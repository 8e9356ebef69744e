import { newId } from '@/lib/server/ids';
import { plainAmount } from '@/lib/money';
import { previewTuitionRun } from '@/lib/tuition/server/preview-tuition-run';
import { releaseTuitionRun } from '@/lib/tuition/server/release-tuition-run';
import { takeDeskPayment } from '@/lib/tuition/server/take-desk-payment';
import { addDays, instantOf, type LocalDate } from '@/lib/time';
import { insertDiscountRule } from '../discounts';
import { insertPrice, insertTaxRate, liveProducts } from '../prices';
import { transaction } from '../transaction';
import { findTuitionRun } from '../tuition-runs';
import type { TermRow } from '../terms';
import { ownerAt } from './demo-context';
import type { House } from './demo-types';
import { between, pick } from './random';

const LESSON_PRICES = [[30, 2800], [45, 4000], [60, 5200]] as const;

/** Prices, tax and discounts of the demo school; invented, like everything here. */
export async function layPrices({ db, terms, legalEntityId, owner }: House): Promise<void> {
  const validFrom = addDays(terms.last.startsOn, -60);
  const products = await liveProducts(db);
  const idOf = (code: string) => products.find((product) => product.code === code)?.id ?? '';
  await transaction(db, async (trx) => {
    const approvedBy = owner.actor.personId;
    for (const [lengthMinutes, amountMinor] of LESSON_PRICES) await insertPrice(trx, { id: newId(), productId: idOf('lesson'), siteId: null, lengthMinutes, amountMinor, validFrom, validTo: null, approvedBy });
    await insertPrice(trx, { id: newId(), productId: idOf('class'), siteId: null, lengthMinutes: null, amountMinor: 1600, validFrom, validTo: null, approvedBy });
    await insertPrice(trx, { id: newId(), productId: idOf('registration'), siteId: null, lengthMinutes: null, amountMinor: 3000, validFrom, validTo: null, approvedBy });
    await insertPrice(trx, { id: newId(), productId: idOf('trial'), siteId: null, lengthMinutes: null, amountMinor: 2500, validFrom, validTo: null, approvedBy });
    await insertTaxRate(trx, { id: newId(), legalEntityId, taxClass: 'tuition', treatment: 'exempt', rateBp: 0, exemptionReason: 'Demo setting: private tuition. Check your local rules.', validFrom, approvedBy });
    await insertDiscountRule(trx, { id: newId(), code: 'second_child', label: 'Second child', qualifies: 'second_child', rateBp: 1000, orderNo: 1, familyId: null, validFrom, approvedBy });
    await insertDiscountRule(trx, { id: newId(), code: 'multi_lesson', label: 'Second lesson', qualifies: 'multi_lesson', rateBp: 500, orderNo: 2, familyId: null, validFrom, approvedBy });
  });
}

/** Releases a term's tuition as its owner did, a fortnight before it began. */
export async function layTuitionRun(house: House, term: TermRow, { instalments }: { instalments: number }): Promise<void> {
  const context = ownerAt(house, instantOf(addDays(term.startsOn, -14), 10 * 60, house.zone));
  const { runId } = await previewTuitionRun({ kind: 'term', period: term.id, dueOn: term.startsOn, instalments, depositPercent: 0 }, context);
  const run = await findTuitionRun(house.db, runId);
  await releaseTuitionRun({ runId, controlTotalMinor: run?.controlTotalMinor ?? 0 }, context);
}

type DuePart = { payerId: string; dueOn: LocalDate; amountMinor: number; isNoor: number };

/** Families pay about when it is due; a few are late, and one share of the Vales is left for the demo to pay. */
export async function layPayments(house: House, term: TermRow, { allPaid }: { allPaid: boolean }): Promise<void> {
  const { db, random, today, zone } = house;
  const parts: DuePart[] = await db('instalment as n').join('invoice_share as s', 's.id', 'n.shareId').join('invoice as i', 'i.id', 's.invoiceId').join('tuition_run as r', 'r.id', 'i.tuitionRunId')
    .join('payer as y', 'y.id', 's.payerId').join('person as p', 'p.id', 'y.personId').where('r.termId', term.id).where('n.amountMinor', '>', 0)
    .select('s.payerId', 'n.dueOn', 'n.amountMinor', db.raw("(p.given_name = 'Noor') AS is_noor")).orderBy('n.dueOn');
  for (const part of parts) {
    const paidOn = addDays(part.dueOn, between(random, -6, 4));
    const isLate = !allPaid && (random() < 0.07 || part.isNoor === 1) && part.dueOn > addDays(today, -35);
    if (paidOn > today || isLate) continue;
    await takeDeskPayment({
      payerId: part.payerId, amount: plainAmount(part.amountMinor, 'EUR'), method: pick(random, ['transfer', 'transfer', 'transfer', 'cash'] as const), receivedOn: paidOn, note: '', requestKey: newId(),
    }, ownerAt(house, instantOf(paidOn, 12 * 60, zone)));
  }
}
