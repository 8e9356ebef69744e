/** Everybody here is invented. Addresses use the reserved example domains, numbers the reserved fictional range. */
export const DEMO_PASSWORD = 'saltmarsh-harbour-demo';

export const DEMO_SIGN_INS = [
  { role: 'Owner', email: 'ruth@saltmarsh.example.org' },
  { role: 'Front desk', email: 'pat@saltmarsh.example.org' },
  { role: 'Teacher', email: 'greta@saltmarsh.example.org' },
  { role: 'Lead teacher', email: 'ines@saltmarsh.example.org' },
  { role: 'Teacher and guardian', email: 'kwame@saltmarsh.example.org' },
  { role: 'Guardian', email: 'noor@family.example.com' },
  { role: 'Guardian living apart', email: 'sam@family.example.com' },
  { role: 'Student, 13', email: 'ada@family.example.com' },
  { role: 'Adult student', email: 'theo@family.example.com' },
] as const;

export type DemoTeacher = {
  key: string; givenName: string; familyName: string; levelTo: number; kind: 'employee' | 'contractor'; colour: 'petrol' | 'plum' | 'felt' | 'brass';
  /** Weekday → site index, 0 for Quay Street and 1 for Mill Lane. */
  days: Record<number, 0 | 1>;
  rateFactor: number;
};

export const DEMO_TEACHERS: readonly DemoTeacher[] = [
  { key: 'greta', givenName: 'Greta', familyName: 'Dahl', levelTo: 7, kind: 'employee', colour: 'petrol', days: { 1: 0, 2: 0, 4: 0, 6: 0 }, rateFactor: 100 },
  { key: 'kwame', givenName: 'Kwame', familyName: 'Osei', levelTo: 6, kind: 'employee', colour: 'plum', days: { 1: 0, 2: 0, 3: 0, 5: 0 }, rateFactor: 96 },
  { key: 'ines', givenName: 'Ines', familyName: 'Abreu', levelTo: 10, kind: 'employee', colour: 'felt', days: { 2: 0, 3: 0, 4: 0, 5: 0 }, rateFactor: 115 },
  { key: 'lili', givenName: 'Lili', familyName: 'Varga', levelTo: 8, kind: 'employee', colour: 'felt', days: { 1: 0, 2: 0, 3: 0 }, rateFactor: 104 },
  { key: 'rufus', givenName: 'Rufus', familyName: 'Hale', levelTo: 5, kind: 'contractor', colour: 'brass', days: { 2: 0, 4: 0, 5: 0 }, rateFactor: 92 },
  { key: 'maeve', givenName: 'Maeve', familyName: 'Tiernan', levelTo: 6, kind: 'employee', colour: 'petrol', days: { 1: 1, 2: 1, 4: 1 }, rateFactor: 98 },
  { key: 'anders', givenName: 'Anders', familyName: 'Lund', levelTo: 4, kind: 'contractor', colour: 'plum', days: { 1: 1, 2: 1, 3: 1, 6: 0 }, rateFactor: 90 },
  { key: 'priya', givenName: 'Priya', familyName: 'Raman', levelTo: 9, kind: 'employee', colour: 'brass', days: { 2: 1, 3: 1, 5: 1 }, rateFactor: 110 },
  { key: 'tomasz', givenName: 'Tomasz', familyName: 'Wilk', levelTo: 5, kind: 'employee', colour: 'felt', days: { 1: 1, 3: 1, 4: 1 }, rateFactor: 94 },
  { key: 'odile', givenName: 'Odile', familyName: 'Marchand', levelTo: 7, kind: 'contractor', colour: 'plum', days: { 1: 0, 3: 0, 4: 0 }, rateFactor: 101 },
  { key: 'hana', givenName: 'Hana', familyName: 'Sedláková', levelTo: 6, kind: 'employee', colour: 'petrol', days: { 3: 0, 4: 1, 5: 0 }, rateFactor: 97 },
  { key: 'bram', givenName: 'Bram', familyName: 'Verhoef', levelTo: 3, kind: 'employee', colour: 'brass', days: { 1: 0, 5: 1, 6: 0 }, rateFactor: 88 },
];

export const GIVEN_NAMES = [
  'Aoife', 'Jonah', 'Mika', 'Nia', 'Tomas', 'Bea', 'Leo', 'Wren', 'Priya', 'Sam', 'Kit', 'Ines', 'Zoë', 'Célia', 'Hugo', 'Rhona', 'Dara', 'Petra', 'Oisín',
  'Yusuf', 'Elif', 'Søren', 'Maëlle', 'Quim', 'Una', 'Fintan', 'Kaia', 'Viktor', 'Ilse', 'Nils', 'Tilda', 'Xenia', 'Lorcan', 'Greta', 'Bram', 'Orla', 'Jonas',
  'Zora', 'Dario', 'Wanda', 'Amina', 'Callum', 'Mei', 'Ravi', 'Sinéad', 'Teo', 'Farah', 'Noa', 'Iker', 'Saoirse',
] as const;

export const FAMILY_NAMES = [
  'Okafor', 'Reyl', 'Sorel', 'Pell', 'Quist', 'Lindqvist', 'Brandt', 'Ito', 'Farrow', 'Moreau', 'Adair', 'Kestrel', 'Lomax', 'Jessop', 'Hartnoll', 'Grøntved',
  'Ibarra', 'Fallowes', 'Eklund', 'Dunmore', 'Corriston', 'Brekke', 'Aldane', 'Mandeville', 'Nørgaard', 'O’Shee', 'Pellew', 'Quarles', 'Rushmere', 'Strand',
  'Thackway', 'Underhay', 'Vaszary', 'Wintle', 'Yardley', 'Zielonka', 'Achterberg', 'Bellweather', 'Castellane', 'Devereaux', 'Edgecombe', 'Farquharson',
  'Gallowglass', 'Hollister', 'Inchbald', 'Jardine', 'Kilbracken', 'Lazenby', 'Marchbanks', 'Netherwood', 'Oldcastle', 'Pomeroy', 'Quillfeather', 'Ravenscroft',
] as const;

Task objective =
Pick out every line of the listing containing the word "parts", and show those lines.

Solution to this exercise =
  const parts: DuePart[] = await db('instalment as n').join('invoice_share as s', 's.id', 'n.shareId').join('invoice as i', 'i.id', 's.invoiceId').join('tuition_run as r', 'r.id', 'i.tuitionRunId')
  for (const part of parts) {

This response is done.